* _What you will do_:
I need each line of the entries below that includes the string "coverage".

====

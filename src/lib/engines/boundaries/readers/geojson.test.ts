import { strToU8 } from 'fflate';
import { describe, expect, it } from 'vitest';
import {
	accepted,
	box,
	collection,
	refusal,
} from '../../../../../tests/support/read-boundaries.ts';
import { readBoundaries, sourceOf } from '../index.ts';

const two = [box('a', 0, 0, 1, 1), box('b', 1, 0, 2, 1)];
const [a, b] = two.map((feature) => JSON.stringify(feature));
const keysOf = async (text: string) => (await accepted(strToU8(text))).coverage.keys;

describe('sequences of features', () => {
	it.each([
		['a record separator before each (RFC 8142, 2.1)', `\x1e${a}\n\x1e${b}\n`],
		['several record separators and no line feeds', `\x1e\x1e${a}\x1e${b}`],
		['a feature a line', `${a}\n${b}`],
		['carriage returns, blank lines and a mark', `\ufeff\r\n${a}\r\n\r\n  \r\n${b}\r\n\r\n`],
		[
			'collections a line',
			[a, b].map((f) => `{"type":"FeatureCollection","features":[${f}]}`).join('\n'),
		],
	])('%s', async (_, text) => {
		expect(await keysOf(text)).toEqual(['a', 'b']);
		for (const size of [1, 2, 3, 50]) {
			const pieces = await readBoundaries(sourceOf('t', strToU8(text), size));
			expect(pieces.status).toBe('accepted');
		}
	});

	// RFC 8142, 2.4: a text that is cut off must not be taken for a whole one
	it.each([
		['a last line cut off', `${a}\n${b.slice(0, -2)}`, 'file-truncated'],
		[
			'a last line cut off within a number',
			`${a}\n${b.slice(0, b.indexOf('2,1'))}`,
			'file-truncated',
		],
		['a record cut off by the next', `\x1e${a.slice(0, -5)}\x1e${b}`, 'not-json'],
	])('%s is refused', async (_, text, code) => {
		expect((await refusal(strToU8(text))).code).toBe(code);
	});
});

describe('geometries', () => {
	const feature = (geometry: object | null) => ({
		type: 'Feature',
		id: 'm',
		properties: {},
		geometry,
	});
	const point = { type: 'Point', coordinates: [0, 0] };
	const lines = { type: 'MultiLineString', coordinates: [[[0, 0], [1, 1]]] }; // prettier-ignore

	it('points, lines and nothing among areas are left out and told', async () => {
		const features = [...two, feature(point), feature(lines), feature(null)];
		const text = JSON.stringify({ type: 'FeatureCollection', features });
		for (const size of [7, 1 << 20]) {
			const read = await readBoundaries(sourceOf('t', strToU8(text), size));
			if (read.status !== 'accepted') throw new Error(read.status);
			expect(read.coverage.keys).toEqual(['a', 'b']);
			const told = read.findings.filter(({ code }) => /mixed|no-area/.test(code));
			expect(told.map(({ message }) => message)).toEqual([
				'The file holds areas, and 1 point and 1 line that were left out.',
				expect.stringContaining('number 3 (m), 4 (m), 5 (m)'),
			]);
		}
	});

	it('collections give their areas as parts of one region, their points are told', async () => {
		const geometries = [
			two[0].geometry,
			point,
			{ type: 'GeometryCollection', geometries: [two[1].geometry] },
		];
		const text = JSON.stringify(feature({ type: 'GeometryCollection', geometries }));
		const { coverage, findings } = await accepted(strToU8(text));
		expect(coverage.keys).toEqual(['m']);
		expect(findings.map(({ code }) => code)).toContain('mixed-geometry');
	});

	it('points alone are refused', async () => {
		const { code, message } = await refusal(strToU8(JSON.stringify(feature(point))));
		expect([code, message]).toEqual(['no-areas', 'The file holds no areas, only 1 point.']);
	});
});

it('the crs member of 2008 may be a name, a code or CRS84', async () => {
	for (const [crs, name] of [
		[{ type: 'name', properties: { name: 'EPSG:3857' } }, 'EPSG:3857'],
		[{ type: 'EPSG', properties: { code: 3857 } }, 'EPSG:3857'],
		[{ type: 'name', properties: { name: 'urn:ogc:def:crs:OGC:1.3:CRS84' } }, 'EPSG:4326'],
	] as const) {
		const { source } = await accepted(strToU8(JSON.stringify({ crs, ...collection(two) })));
		expect(source.crs).toBe(name);
	}
});

it('long decimals and long whole numbers in properties are kept apart', async () => {
	const properties =
		'{"share":0.12345678901234567,"code":-12345678901234567890,"text":"1234567890123456789"}';
	const { attributes } = await accepted(
		strToU8(a.replace('"properties":{}', `"properties":${properties}`)),
	);
	expect(attributes.rows[0]).toEqual([
		Number('0.12345678901234567'),
		'-12345678901234567890',
		'1234567890123456789',
	]);
});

====

* _Completed exercise_:
const keysOf = async (text: string) => (await accepted(strToU8(text))).coverage.keys;
			expect(read.coverage.keys).toEqual(['a', 'b']);
		const { coverage, findings } = await accepted(strToU8(text));
		expect(coverage.keys).toEqual(['m']);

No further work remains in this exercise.